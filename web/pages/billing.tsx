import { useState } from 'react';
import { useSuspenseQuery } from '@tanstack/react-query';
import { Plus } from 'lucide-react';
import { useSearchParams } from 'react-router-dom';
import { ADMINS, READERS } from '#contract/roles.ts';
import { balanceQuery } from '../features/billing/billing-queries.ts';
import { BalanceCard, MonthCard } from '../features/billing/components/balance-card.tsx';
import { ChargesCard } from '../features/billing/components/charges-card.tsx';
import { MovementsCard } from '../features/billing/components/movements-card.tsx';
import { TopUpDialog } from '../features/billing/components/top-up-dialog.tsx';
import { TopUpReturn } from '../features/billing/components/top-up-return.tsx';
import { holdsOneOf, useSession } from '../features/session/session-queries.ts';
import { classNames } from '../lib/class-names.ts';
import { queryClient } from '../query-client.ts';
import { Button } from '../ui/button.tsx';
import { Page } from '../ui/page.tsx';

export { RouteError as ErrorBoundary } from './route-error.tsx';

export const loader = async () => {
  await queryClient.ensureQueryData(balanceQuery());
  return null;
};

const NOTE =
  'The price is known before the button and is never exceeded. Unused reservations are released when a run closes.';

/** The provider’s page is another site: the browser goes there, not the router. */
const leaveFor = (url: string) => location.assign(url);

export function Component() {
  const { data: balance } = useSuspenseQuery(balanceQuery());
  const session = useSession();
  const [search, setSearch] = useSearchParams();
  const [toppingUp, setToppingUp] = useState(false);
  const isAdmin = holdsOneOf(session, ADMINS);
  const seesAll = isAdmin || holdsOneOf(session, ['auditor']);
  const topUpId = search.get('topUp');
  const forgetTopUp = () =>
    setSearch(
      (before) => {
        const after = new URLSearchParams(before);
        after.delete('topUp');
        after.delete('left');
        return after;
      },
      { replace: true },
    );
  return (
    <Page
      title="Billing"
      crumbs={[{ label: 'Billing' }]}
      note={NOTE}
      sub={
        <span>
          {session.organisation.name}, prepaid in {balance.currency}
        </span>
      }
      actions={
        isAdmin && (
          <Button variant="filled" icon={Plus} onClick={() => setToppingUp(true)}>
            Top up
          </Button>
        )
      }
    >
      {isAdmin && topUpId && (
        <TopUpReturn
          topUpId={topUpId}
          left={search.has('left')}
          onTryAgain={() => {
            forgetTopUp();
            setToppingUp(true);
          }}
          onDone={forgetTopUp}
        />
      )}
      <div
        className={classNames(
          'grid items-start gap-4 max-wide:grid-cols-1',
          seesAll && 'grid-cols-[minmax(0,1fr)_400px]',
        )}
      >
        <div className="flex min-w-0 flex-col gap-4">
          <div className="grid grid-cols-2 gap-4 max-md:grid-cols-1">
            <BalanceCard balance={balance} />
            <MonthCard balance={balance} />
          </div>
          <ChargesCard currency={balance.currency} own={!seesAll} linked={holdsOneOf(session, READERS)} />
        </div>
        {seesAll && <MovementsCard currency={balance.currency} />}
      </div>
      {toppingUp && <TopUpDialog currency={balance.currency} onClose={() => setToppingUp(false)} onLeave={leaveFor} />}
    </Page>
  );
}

**WHAT IS REQUIRED**
Word for word, give the entire listing again.

**ANSWER BOX**
filename web/pages/billing.tsx
import { useState } from 'react';
import { useSuspenseQuery } from '@tanstack/react-query';
import { Plus } from 'lucide-react';
import { useSearchParams } from 'react-router-dom';
import { ADMINS, READERS } from '#contract/roles.ts';
import { balanceQuery } from '../features/billing/billing-queries.ts';
import { BalanceCard, MonthCard } from '../features/billing/components/balance-card.tsx';
import { ChargesCard } from '../features/billing/components/charges-card.tsx';
import { MovementsCard } from '../features/billing/components/movements-card.tsx';
import { TopUpDialog } from '../features/billing/components/top-up-dialog.tsx';
import { TopUpReturn } from '../features/billing/components/top-up-return.tsx';
import { holdsOneOf, useSession } from '../features/session/session-queries.ts';
import { classNames } from '../lib/class-names.ts';
import { queryClient } from '../query-client.ts';
import { Button } from '../ui/button.tsx';
import { Page } from '../ui/page.tsx';

export { RouteError as ErrorBoundary } from './route-error.tsx';

export const loader = async () => {
  await queryClient.ensureQueryData(balanceQuery());
  return null;
};

const NOTE =
  'The price is known before the button and is never exceeded. Unused reservations are released when a run closes.';

/** The provider’s page is another site: the browser goes there, not the router. */
const leaveFor = (url: string) => location.assign(url);

export function Component() {
  const { data: balance } = useSuspenseQuery(balanceQuery());
  const session = useSession();
  const [search, setSearch] = useSearchParams();
  const [toppingUp, setToppingUp] = useState(false);
  const isAdmin = holdsOneOf(session, ADMINS);
  const seesAll = isAdmin || holdsOneOf(session, ['auditor']);
  const topUpId = search.get('topUp');
  const forgetTopUp = () =>
    setSearch(
      (before) => {
        const after = new URLSearchParams(before);
        after.delete('topUp');
        after.delete('left');
        return after;
      },
      { replace: true },
    );
  return (
    <Page
      title="Billing"
      crumbs={[{ label: 'Billing' }]}
      note={NOTE}
      sub={
        <span>
          {session.organisation.name}, prepaid in {balance.currency}
        </span>
      }
      actions={
        isAdmin && (
          <Button variant="filled" icon={Plus} onClick={() => setToppingUp(true)}>
            Top up
          </Button>
        )
      }
    >
      {isAdmin && topUpId && (
        <TopUpReturn
          topUpId={topUpId}
          left={search.has('left')}
          onTryAgain={() => {
            forgetTopUp();
            setToppingUp(true);
          }}
          onDone={forgetTopUp}
        />
      )}
      <div
        className={classNames(
          'grid items-start gap-4 max-wide:grid-cols-1',
          seesAll && 'grid-cols-[minmax(0,1fr)_400px]',
        )}
      >
        <div className="flex min-w-0 flex-col gap-4">
          <div className="grid grid-cols-2 gap-4 max-md:grid-cols-1">
            <BalanceCard balance={balance} />
            <MonthCard balance={balance} />
          </div>
          <ChargesCard currency={balance.currency} own={!seesAll} linked={holdsOneOf(session, READERS)} />
        </div>
        {seesAll && <MovementsCard currency={balance.currency} />}
      </div>
      {toppingUp && <TopUpDialog currency={balance.currency} onClose={() => setToppingUp(false)} onLeave={leaveFor} />}
    </Page>
  );
}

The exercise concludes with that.